[WHAT IS EXPECTED]:
Extract, unchanged, each line of the listing below from its first line through the line that contains "(a self-contained page", inclusive, and nothing else.

[DATA LISTING]:
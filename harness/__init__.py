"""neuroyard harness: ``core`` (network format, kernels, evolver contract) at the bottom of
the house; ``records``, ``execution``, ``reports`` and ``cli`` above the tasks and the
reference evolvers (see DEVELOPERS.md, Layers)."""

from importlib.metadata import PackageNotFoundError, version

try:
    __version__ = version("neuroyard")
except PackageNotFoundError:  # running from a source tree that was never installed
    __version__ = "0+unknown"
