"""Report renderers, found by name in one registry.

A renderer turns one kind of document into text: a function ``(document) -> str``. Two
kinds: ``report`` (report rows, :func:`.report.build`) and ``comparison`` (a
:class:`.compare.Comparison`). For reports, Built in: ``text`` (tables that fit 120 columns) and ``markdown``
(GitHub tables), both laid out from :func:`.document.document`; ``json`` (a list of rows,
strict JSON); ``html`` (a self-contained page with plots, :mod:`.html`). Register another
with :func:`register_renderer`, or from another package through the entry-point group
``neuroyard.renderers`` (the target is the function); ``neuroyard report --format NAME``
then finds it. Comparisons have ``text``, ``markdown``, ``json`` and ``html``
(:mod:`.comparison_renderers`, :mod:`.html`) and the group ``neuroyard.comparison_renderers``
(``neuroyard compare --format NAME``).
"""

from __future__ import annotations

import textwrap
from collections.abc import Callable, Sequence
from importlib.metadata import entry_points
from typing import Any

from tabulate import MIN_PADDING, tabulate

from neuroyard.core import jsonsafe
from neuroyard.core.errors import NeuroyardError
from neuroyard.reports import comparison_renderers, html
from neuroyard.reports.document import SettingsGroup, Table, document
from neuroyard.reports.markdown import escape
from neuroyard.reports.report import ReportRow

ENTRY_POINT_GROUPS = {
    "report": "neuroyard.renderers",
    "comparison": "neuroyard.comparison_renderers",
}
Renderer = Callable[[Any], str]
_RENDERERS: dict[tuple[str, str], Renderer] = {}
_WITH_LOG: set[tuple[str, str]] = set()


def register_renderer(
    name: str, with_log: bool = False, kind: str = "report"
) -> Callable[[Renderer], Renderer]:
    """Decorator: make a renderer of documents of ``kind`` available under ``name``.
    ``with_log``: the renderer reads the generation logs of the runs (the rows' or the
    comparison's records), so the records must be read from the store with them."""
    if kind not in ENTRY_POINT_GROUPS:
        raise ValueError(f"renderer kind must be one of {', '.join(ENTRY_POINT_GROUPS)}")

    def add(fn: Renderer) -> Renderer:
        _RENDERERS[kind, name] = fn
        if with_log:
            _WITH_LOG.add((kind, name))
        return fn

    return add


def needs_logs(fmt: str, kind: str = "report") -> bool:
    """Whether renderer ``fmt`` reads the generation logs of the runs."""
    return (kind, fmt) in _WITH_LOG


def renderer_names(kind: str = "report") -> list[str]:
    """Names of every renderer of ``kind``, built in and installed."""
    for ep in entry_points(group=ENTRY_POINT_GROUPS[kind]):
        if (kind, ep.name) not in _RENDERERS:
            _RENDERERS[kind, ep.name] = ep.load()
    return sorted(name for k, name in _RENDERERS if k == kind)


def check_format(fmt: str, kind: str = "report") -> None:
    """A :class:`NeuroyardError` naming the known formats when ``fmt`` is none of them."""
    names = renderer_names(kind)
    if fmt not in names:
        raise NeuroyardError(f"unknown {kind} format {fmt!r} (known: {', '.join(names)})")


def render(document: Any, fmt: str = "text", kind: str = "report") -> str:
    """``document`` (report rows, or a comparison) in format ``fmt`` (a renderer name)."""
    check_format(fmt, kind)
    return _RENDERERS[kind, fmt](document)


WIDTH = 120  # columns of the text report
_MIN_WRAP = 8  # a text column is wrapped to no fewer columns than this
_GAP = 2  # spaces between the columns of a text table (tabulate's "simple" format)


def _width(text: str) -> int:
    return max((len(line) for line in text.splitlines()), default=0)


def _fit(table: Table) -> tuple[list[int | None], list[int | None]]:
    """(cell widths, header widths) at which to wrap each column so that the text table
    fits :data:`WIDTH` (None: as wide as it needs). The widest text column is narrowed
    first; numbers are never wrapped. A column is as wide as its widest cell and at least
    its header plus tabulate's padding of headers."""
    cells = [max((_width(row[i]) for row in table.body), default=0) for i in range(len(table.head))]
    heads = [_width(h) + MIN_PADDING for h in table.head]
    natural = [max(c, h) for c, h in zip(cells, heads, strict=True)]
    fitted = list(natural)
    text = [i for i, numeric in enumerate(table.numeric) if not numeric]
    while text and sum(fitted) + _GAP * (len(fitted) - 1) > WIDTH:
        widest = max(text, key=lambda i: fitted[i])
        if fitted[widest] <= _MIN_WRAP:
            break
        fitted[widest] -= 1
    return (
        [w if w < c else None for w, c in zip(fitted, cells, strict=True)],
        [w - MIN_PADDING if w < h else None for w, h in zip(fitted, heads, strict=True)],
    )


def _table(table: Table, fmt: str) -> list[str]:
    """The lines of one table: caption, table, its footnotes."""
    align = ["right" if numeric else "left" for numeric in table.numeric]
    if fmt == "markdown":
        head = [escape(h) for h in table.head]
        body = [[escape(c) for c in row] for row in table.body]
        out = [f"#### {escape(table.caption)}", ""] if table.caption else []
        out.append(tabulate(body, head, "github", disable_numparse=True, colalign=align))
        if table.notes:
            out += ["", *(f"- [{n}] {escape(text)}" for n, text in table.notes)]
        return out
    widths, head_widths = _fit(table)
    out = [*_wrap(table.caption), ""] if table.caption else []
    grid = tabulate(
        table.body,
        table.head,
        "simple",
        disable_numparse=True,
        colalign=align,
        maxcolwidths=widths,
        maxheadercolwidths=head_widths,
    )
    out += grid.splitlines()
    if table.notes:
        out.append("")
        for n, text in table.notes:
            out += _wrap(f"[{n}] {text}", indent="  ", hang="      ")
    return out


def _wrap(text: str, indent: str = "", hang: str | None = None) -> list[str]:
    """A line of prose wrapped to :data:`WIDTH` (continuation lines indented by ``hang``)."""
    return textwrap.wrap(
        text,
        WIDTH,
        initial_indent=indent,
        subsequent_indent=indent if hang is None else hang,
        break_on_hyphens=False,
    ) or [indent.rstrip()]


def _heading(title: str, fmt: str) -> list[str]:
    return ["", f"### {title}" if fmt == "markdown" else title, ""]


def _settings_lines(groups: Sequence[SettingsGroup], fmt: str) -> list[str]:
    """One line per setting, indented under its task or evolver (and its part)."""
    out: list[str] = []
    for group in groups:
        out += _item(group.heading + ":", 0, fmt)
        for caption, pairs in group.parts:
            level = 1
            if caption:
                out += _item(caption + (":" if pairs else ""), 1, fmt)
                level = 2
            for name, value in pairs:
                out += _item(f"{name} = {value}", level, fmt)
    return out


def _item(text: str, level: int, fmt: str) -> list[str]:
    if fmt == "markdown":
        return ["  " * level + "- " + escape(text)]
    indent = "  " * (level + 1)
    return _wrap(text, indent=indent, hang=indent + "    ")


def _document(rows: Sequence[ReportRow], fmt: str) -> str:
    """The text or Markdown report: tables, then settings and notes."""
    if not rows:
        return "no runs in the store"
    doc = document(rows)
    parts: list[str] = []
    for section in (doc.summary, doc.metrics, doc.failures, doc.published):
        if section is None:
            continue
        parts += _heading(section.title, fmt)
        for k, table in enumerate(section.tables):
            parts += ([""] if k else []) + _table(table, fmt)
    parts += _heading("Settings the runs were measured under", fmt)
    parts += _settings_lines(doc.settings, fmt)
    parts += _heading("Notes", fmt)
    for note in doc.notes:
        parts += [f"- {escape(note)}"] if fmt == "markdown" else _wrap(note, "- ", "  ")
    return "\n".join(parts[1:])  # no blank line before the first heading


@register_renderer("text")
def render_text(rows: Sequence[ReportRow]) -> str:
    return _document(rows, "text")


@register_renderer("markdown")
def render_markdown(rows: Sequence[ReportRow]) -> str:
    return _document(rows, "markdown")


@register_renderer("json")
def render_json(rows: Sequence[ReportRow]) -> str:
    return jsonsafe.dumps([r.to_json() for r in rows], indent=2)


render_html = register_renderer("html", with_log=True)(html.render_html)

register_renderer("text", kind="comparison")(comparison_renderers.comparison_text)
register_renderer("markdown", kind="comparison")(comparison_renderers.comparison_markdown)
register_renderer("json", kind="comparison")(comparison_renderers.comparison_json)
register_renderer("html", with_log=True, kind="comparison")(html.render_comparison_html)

[TASK ANSWER]:
filename harness/__init__.py
"""neuroyard harness: ``core`` (network format, kernels, evolver contract) at the bottom of
the house; ``records``, ``execution``, ``reports`` and ``cli`` above the tasks and the
reference evolvers (see DEVELOPERS.md, Layers)."""

from importlib.metadata import PackageNotFoundError, version

try:
    __version__ = version("neuroyard")
except PackageNotFoundError:  # running from a source tree that was never installed
    __version__ = "0+unknown"
"""Report renderers, found by name in one registry.

A renderer turns one kind of document into text: a function ``(document) -> str``. Two
kinds: ``report`` (report rows, :func:`.report.build`) and ``comparison`` (a
:class:`.compare.Comparison`). For reports, Built in: ``text`` (tables that fit 120 columns) and ``markdown``
(GitHub tables), both laid out from :func:`.document.document`; ``json`` (a list of rows,
strict JSON); ``html`` (a self-contained page with plots, :mod:`.html`). Register another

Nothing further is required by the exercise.